— Required work —
Each line below that carries the string "runs" must appear in the answer.

====== Task material ======

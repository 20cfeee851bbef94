//! The instrumentation amplifier of a differential pair or a bridge: a first stage of two
//! input amplifiers, then the difference amplifier that `diff` draws.
//!
//! Found by roles (`by_role`): the pair's bench model (as `diff` finds it); in the input
//! stage each leg's protection resistor from its terminal to the + input of that leg's
//! input amplifier, the + leg's first; either both amplifiers followers, or each − input
//! joined to its output by that leg's R_F and to the other − input by R_G; then the
//! difference stage fed from the two outputs. Without roles the same is recognised by
//! shape (`by_shape`). Anything short of that is left to the other blocks (the pair's
//! difference amplifier, or the fallback area).
//!
//! The first stage takes the first row, in the classic three-amplifier arrangement: the
//! sensor box with its legs as `diff` draws them, the lower leg as far under the upper one
//! as the stage needs; each leg's free run (its test point), its protection resistor, and
//! the + input of its amplifier, the upper amplifier with + above −, the lower one mirrored
//! (− above +), so the two − inputs face each other across the middle of the row. There a
//! column joins them: from the upper − input down to R_F's line, R_G vertical to the lower
//! R_F's line, on down to the lower − input; each R_F runs from the column to its
//! amplifier's output column (a loop under the upper amplifier, over the lower one).
//! Followers instead close a link from the output round to the − input, below the upper
//! amplifier and above the lower one. Both outputs run on (their test points) to
//! continuation flags; the difference stage starts the next row from a pair of flags, upper
//! over lower, and is drawn from its input resistors on as `diff` draws it. The stage's
//! caption is the circuit model's description of it. The lower amplifier on the same
//! supply pins as the upper one gets no stubs of its own; a note under the drawing says so.

use super::diff::{Pair, Stage, LOW};
use super::rows::ROW_GAP;
use super::sheet::{Sheet, HSPAN, X0, Y0};

/// Free run of each leg from the sensor box to its protection resistor (its test point).
const RUN: f64 = 100.0;
/// Gain variant: R_F's line under the upper amplifier's + input (clear of its supply stub),
/// the length of R_G, and the lower R_F's line over the lower amplifier's − input.
const FB_DOWN: f64 = 110.0;
const RG_SPAN: f64 = 120.0;
const FB_UP: f64 = 60.0;
/// Followers: the upper link under the + input (clear of the supply stub), the gap to the
/// lower link, and that link over the lower amplifier's − input.
const LINK_DOWN: f64 = 105.0;
const LINK_GAP: f64 = 35.0;
const LINK_UP: f64 = 45.0;
/// Each output's run from its amplifier's output column to its flag (its test point).
const OUT_RUN: f64 = 140.0;

/// The first stage, the pair it reads and the difference stage after it.
#[derive(Debug, Clone)]
pub(super) struct Inamp {
    pub(super) pair: Pair,
    /// Protection resistors (upper, lower leg) and the + inputs they feed.
    pub(super) protect: [usize; 2],
    pub(super) plus: [String; 2],
    /// The input amplifiers (upper, lower), their − inputs and their outputs.
    pub(super) amps: [usize; 2],
    pub(super) minus: [String; 2],
    pub(super) outs: [String; 2],
    /// R_F of each amplifier and R_G between the − inputs; `None` for two followers.
    pub(super) gain: Option<([usize; 2], usize)>,
    pub(super) stage: Stage,
    /// The first stage's description in the circuit model, in one or two lines.
    pub(super) caption: Vec<String>,
}

impl Sheet<'_> {
    /// The sensor and the first stage on the first row, the difference stage from a pair of
    /// flags on the next (and the follower driving its reference under that); returns where
    /// the difference stage's output line ends, as `amp_stage` does.
    pub(super) fn inamp_rows(&mut self, a: &Inamp) -> Option<(f64, f64, String)> {
        let y = Y0;
        // The lower amplifier's − input (upper pin) and + input (lower pin, the lower leg).
        let y2 = match a.gain {
            Some(_) => y + FB_DOWN + RG_SPAN + FB_UP,
            None => y + LINK_DOWN + LINK_GAP + LINK_UP,
        };
        let yl = y2 + 40.0;
        let right = self.pair_sensor(&a.pair, yl - y);
        let x_r = right + RUN;
        let x_p = x_r + HSPAN;
        let ux = x_p + 70.0;
        let (x_m, x_out, xr) = (ux - 25.0, ux + 80.0, ux + 110.0);
        if !a.caption.is_empty() {
            self.captions.push((a.caption.clone(), x_r, y - 110.0));
        }
        for (k, yy) in [y, yl].into_iter().enumerate() {
            self.wire((right, yy), (x_r, yy), &a.pair.term[k], false);
            self.two(a.protect[k], (x_r, yy), &a.pair.term[k], (x_p, yy), &a.plus[k], true);
            self.wire((x_p, yy), (ux, yy), &a.plus[k], false);
        }
        // The two − inputs and what closes each amplifier's loop.
        let (ym, ym2) = (y + 40.0, y2);
        match a.gain {
            Some((rf, rg)) => {
                let (yf1, yf2) = (y + FB_DOWN, y + FB_DOWN + RG_SPAN);
                self.wire((x_m, ym), (ux, ym), &a.minus[0], false);
                self.wire((x_m, ym), (x_m, yf1), &a.minus[0], false);
                self.two(rg, (x_m, yf1), &a.minus[0], (x_m, yf2), &a.minus[1], true);
                self.wire((x_m, yf2), (x_m, ym2), &a.minus[1], false);
                self.wire((x_m, ym2), (ux, ym2), &a.minus[1], false);
                // Each R_F's label faces the middle of the row, R_G's beside it.
                for (k, yf, below) in [(0, yf1, true), (1, yf2, false)] {
                    self.two(rf[k], (x_m, yf), &a.minus[k], (xr, yf), &a.outs[k], true);
                    if let Some(l) = self.labels.last_mut() {
                        l.below_first = below;
                    }
                }
                self.wire((xr, yf1), (xr, y + 20.0), &a.outs[0], false);
                self.wire((xr, yf2), (xr, y2 + 20.0), &a.outs[1], false);
            }
            None => {
                let (xf, xl) = (ux + 95.0, ux - 15.0);
                for (k, yo, yk, yi) in [(0, y + 20.0, y + LINK_DOWN, ym), (1, y2 + 20.0, y2 - LINK_UP, ym2)] {
                    self.wire((xf, yo), (xf, yk), &a.outs[k], false);
                    self.wire((xf, yk), (xl, yk), &a.outs[k], false);
                    self.wire((xl, yk), (xl, yi), &a.outs[k], false);
                    self.wire((xl, yi), (ux, yi), &a.outs[k], false);
                }
            }
        }
        self.opamp(a.amps[0], ux, y, [true, false]);
        self.supply_pins(a.amps[0], ux, y);
        self.opamp(a.amps[1], ux, y2, [false, true]);
        let pins =
            |u: usize| self.c.parts.get(u).and_then(|p| Some((p.nodes.get(2)?.clone(), p.nodes.get(3)?.clone())));
        match (pins(a.amps[0]), pins(a.amps[1])) {
            (Some(p), Some(q)) if p == q => {
                let (u1, u2) = (&self.c.parts[a.amps[0]].reference, &self.c.parts[a.amps[1]].reference);
                self.notes.push(format!(
                    "{u2} runs from the same supply pins as {u1} ({} and {}); its supply stubs are not drawn.",
                    p.0, p.1
                ));
            }
            _ => self.supply_pins(a.amps[1], ux, y2),
        }
        // The outputs run on to their flags; the difference stage starts the next row.
        let x_flag = xr + OUT_RUN;
        for (k, yo) in [(0, y + 20.0), (1, y2 + 20.0)] {
            self.wire((x_out, yo), (xr, yo), &a.outs[k], false);
            self.wire((xr, yo), (x_flag, yo), &a.outs[k], false);
            self.flag(x_flag, yo, &a.outs[k]);
        }
        let top = if a.stage.minus_up() { 140.0 } else { 80.0 };
        let bottom = self.svg.bounds().map(|b| b.3).unwrap_or(Y0);
        let yd = bottom + ROW_GAP + top;
        self.line = yd;
        self.row_y = yd;
        let tips = [self.flag(X0, yd, &a.outs[0]), self.flag(X0, yd + LOW, &a.outs[1])];
        self.left = tips[0].max(tips[1]);
        let x_d = self.left + 60.0;
        for (k, yy) in [yd, yd + LOW].into_iter().enumerate() {
            self.wire((tips[k], yy), (x_d, yy), &a.outs[k], false);
        }
        self.diff_stage(&a.stage, x_d, yd, yd + LOW)
    }
}

/// "instrumentation-amplifier input stage, gain 441.000 (R_G 75 Ω)" → the stage's name and
/// the rest, split at its first ", " or ": " (the model's own words); one line otherwise.
pub(super) fn caption(description: &str) -> Vec<String> {
    let cut = [", ", ": "].iter().filter_map(|s| description.find(s).map(|i| (i, s.len()))).min();
    match cut {
        Some((i, l)) => vec![description[..i].to_string(), description[i + l..].to_string()],
        None if description.is_empty() => Vec::new(),
        None => vec![description.to_string()],
    }
}

#[cfg(test)]
mod tests {
    use super::caption;

    // Source: synth::front::instrumentation::insert, the stage descriptions it writes.
    #[test]
    fn caption_splits_the_model_text() {
        assert_eq!(
            caption("instrumentation-amplifier input stage, gain 441.000 (R_G 75 Ω)"),
            ["instrumentation-amplifier input stage", "gain 441.000 (R_G 75 Ω)"]
        );
        assert_eq!(
            caption("instrumentation-amplifier input stage: two followers"),
            ["instrumentation-amplifier input stage", "two followers"]
        );
        assert!(caption("").is_empty());
    }
}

======

— Response to this task —
//! R_F's line, on down to the lower − input; each R_F runs from the column to its
                    "{u2} runs from the same supply pins as {u1} ({} and {}); its supply stubs are not drawn.",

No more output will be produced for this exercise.